Collected data
_ _ _ _ _ _ _
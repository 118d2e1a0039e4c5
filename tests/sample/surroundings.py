"""Classification, survey weights, the outside series and the true price paths."""

import numpy as np
import polars as pl

from tests.sample.market import Market, log_trend
from tests.sample.timeline import MONTHS, YEARS, stream

RENTS = "04.1"
RENT_WEIGHT = 180.0
NODES = {
    "0": "All items",
    "01": "Food and non-alcoholic beverages",
    "01.1": "Food",
    "01.1.1": "Cereals and cereal products",
    "01.1.2": "Live animals, meat and other parts of slaughtered land animals",
    "01.1.3": "Fish and other seafood",
    "01.1.4": "Milk, other dairy products and eggs",
    "01.1.5": "Oils and fats",
    "01.1.6": "Fruits and nuts",
    "01.1.7": "Vegetables, tubers, plantains, cooking bananas and pulses",
    "01.1.8": "Sugar, confectionery and desserts",
    "01.1.9": "Ready-made food and other food products n.e.c.",
    "01.2": "Non-alcoholic beverages",
    "01.2.1": "Fruit and vegetable juices",
    "01.2.2": "Coffee and coffee substitutes",
    "01.2.3": "Tea, mate and other plant products for infusion",
    "01.2.5": "Water",
    "01.2.6": "Soft drinks",
    "02": "Alcoholic beverages, tobacco and narcotics",
    "02.1": "Alcoholic beverages",
    "02.1.2": "Wine",
    "02.1.3": "Beer",
    "04": "Housing, water, electricity, gas and other fuels",
    RENTS: "Actual rentals for housing",
    "05": "Furnishings, household equipment and routine household maintenance",
    "05.6": "Goods and services for routine household maintenance",
    "05.6.1": "Non-durable household goods",
    "09": "Recreation, sport and culture",
    "09.3": "Garden products and pets",
    "09.3.2": "Pets and products for pets",
    "13": "Personal care, social protection and miscellaneous goods and services",
    "13.1": "Personal care",
    "13.1.2": "Other appliances, articles and products for personal care",
}


def headings(market: Market) -> pl.DataFrame:
    """Return the classification: the standard's nodes and the elementary aggregates below them."""
    labels = NODES | {aggregate.code: aggregate.label for aggregate in market.indexed()}
    codes = sorted(labels)
    return pl.DataFrame(
        {
            "heading": codes,
            "parent": [_parent(code) for code in codes],
            "label": [labels[code] for code in codes],
        }
    )


def weights(market: Market) -> pl.DataFrame:
    """Return the survey weights of the leaves, 1000 a year."""
    leaves = [*(aggregate.code for aggregate in market.indexed()), RENTS]
    level = np.array([*(aggregate.weight for aggregate in market.indexed()), RENT_WEIGHT])
    rng = stream("weights")
    frames = []
    for year in YEARS:
        hundredths = np.rint(100_000.0 * level / level.sum()).astype(np.int64)
        hundredths[-1] += 100_000 - hundredths.sum()
        frames.append(pl.DataFrame({"year": [year] * len(leaves), "heading": leaves, "weight": hundredths / 100.0}))
        level = level * np.exp(rng.normal(0.0, 0.04, size=level.size))
    return pl.concat(frames)


def rents() -> pl.DataFrame:
    """Return the rent series from a survey, 2021 = 100, with its yearly steps in January."""
    rng = stream("rents")
    monthly = rng.uniform(0.0012, 0.003, size=len(MONTHS))
    monthly[::12] += 0.008
    index = 101.3 * np.exp(np.cumsum(monthly) - monthly[0])
    return pl.DataFrame({"heading": [RENTS] * len(MONTHS), "period": MONTHS, "index": index.round(2)})


def truth(market: Market) -> pl.DataFrame:
    """Return the true constant-quality price path of every elementary aggregate."""
    paths = [
        pl.DataFrame(
            {
                "ea": [aggregate.code] * len(MONTHS),
                "period": MONTHS,
                "index": (100.0 * np.exp(log_trend(aggregate))).round(6),
            }
        )
        for aggregate in market.indexed()
    ]
    return pl.concat(paths)


def _parent(code: str) -> str:
    if code == "0":
        return ""
    return code.rpartition(".")[0] or "0"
_ _ _ _ _ _ _
- Your objective
All of the data, from the first line to the last, should be written out exactly.

- Written answer
repository 118d2e1a0039e4c5
filename tests/sample/surroundings.py
"""Classification, survey weights, the outside series and the true price paths."""

import numpy as np
import polars as pl

from tests.sample.market import Market, log_trend
from tests.sample.timeline import MONTHS, YEARS, stream

RENTS = "04.1"
RENT_WEIGHT = 180.0
NODES = {
    "0": "All items",
    "01": "Food and non-alcoholic beverages",
    "01.1": "Food",
    "01.1.1": "Cereals and cereal products",
    "01.1.2": "Live animals, meat and other parts of slaughtered land animals",
    "01.1.3": "Fish and other seafood",
    "01.1.4": "Milk, other dairy products and eggs",
    "01.1.5": "Oils and fats",
    "01.1.6": "Fruits and nuts",
    "01.1.7": "Vegetables, tubers, plantains, cooking bananas and pulses",
    "01.1.8": "Sugar, confectionery and desserts",
    "01.1.9": "Ready-made food and other food products n.e.c.",
    "01.2": "Non-alcoholic beverages",
    "01.2.1": "Fruit and vegetable juices",
    "01.2.2": "Coffee and coffee substitutes",
    "01.2.3": "Tea, mate and other plant products for infusion",
    "01.2.5": "Water",
    "01.2.6": "Soft drinks",
    "02": "Alcoholic beverages, tobacco and narcotics",
    "02.1": "Alcoholic beverages",
    "02.1.2": "Wine",
    "02.1.3": "Beer",
    "04": "Housing, water, electricity, gas and other fuels",
    RENTS: "Actual rentals for housing",
    "05": "Furnishings, household equipment and routine household maintenance",
    "05.6": "Goods and services for routine household maintenance",
    "05.6.1": "Non-durable household goods",
    "09": "Recreation, sport and culture",
    "09.3": "Garden products and pets",
    "09.3.2": "Pets and products for pets",
    "13": "Personal care, social protection and miscellaneous goods and services",
    "13.1": "Personal care",
    "13.1.2": "Other appliances, articles and products for personal care",
}


def headings(market: Market) -> pl.DataFrame:
    """Return the classification: the standard's nodes and the elementary aggregates below them."""
    labels = NODES | {aggregate.code: aggregate.label for aggregate in market.indexed()}
    codes = sorted(labels)
    return pl.DataFrame(
        {
            "heading": codes,
            "parent": [_parent(code) for code in codes],
            "label": [labels[code] for code in codes],
        }
    )


def weights(market: Market) -> pl.DataFrame:
    """Return the survey weights of the leaves, 1000 a year."""
    leaves = [*(aggregate.code for aggregate in market.indexed()), RENTS]
    level = np.array([*(aggregate.weight for aggregate in market.indexed()), RENT_WEIGHT])
    rng = stream("weights")
    frames = []
    for year in YEARS:
        hundredths = np.rint(100_000.0 * level / level.sum()).astype(np.int64)
        hundredths[-1] += 100_000 - hundredths.sum()
        frames.append(pl.DataFrame({"year": [year] * len(leaves), "heading": leaves, "weight": hundredths / 100.0}))
        level = level * np.exp(rng.normal(0.0, 0.04, size=level.size))
    return pl.concat(frames)


def rents() -> pl.DataFrame:
    """Return the rent series from a survey, 2021 = 100, with its yearly steps in January."""
    rng = stream("rents")
    monthly = rng.uniform(0.0012, 0.003, size=len(MONTHS))
    monthly[::12] += 0.008
    index = 101.3 * np.exp(np.cumsum(monthly) - monthly[0])
    return pl.DataFrame({"heading": [RENTS] * len(MONTHS), "period": MONTHS, "index": index.round(2)})


def truth(market: Market) -> pl.DataFrame:
    """Return the true constant-quality price path of every elementary aggregate."""
    paths = [
        pl.DataFrame(
            {
                "ea": [aggregate.code] * len(MONTHS),
                "period": MONTHS,
                "index": (100.0 * np.exp(log_trend(aggregate))).round(6),
            }
        )
        for aggregate in market.indexed()
    ]
    return pl.concat(paths)


def _parent(code: str) -> str:
    if code == "0":
        return ""
    return code.rpartition(".")[0] or "0"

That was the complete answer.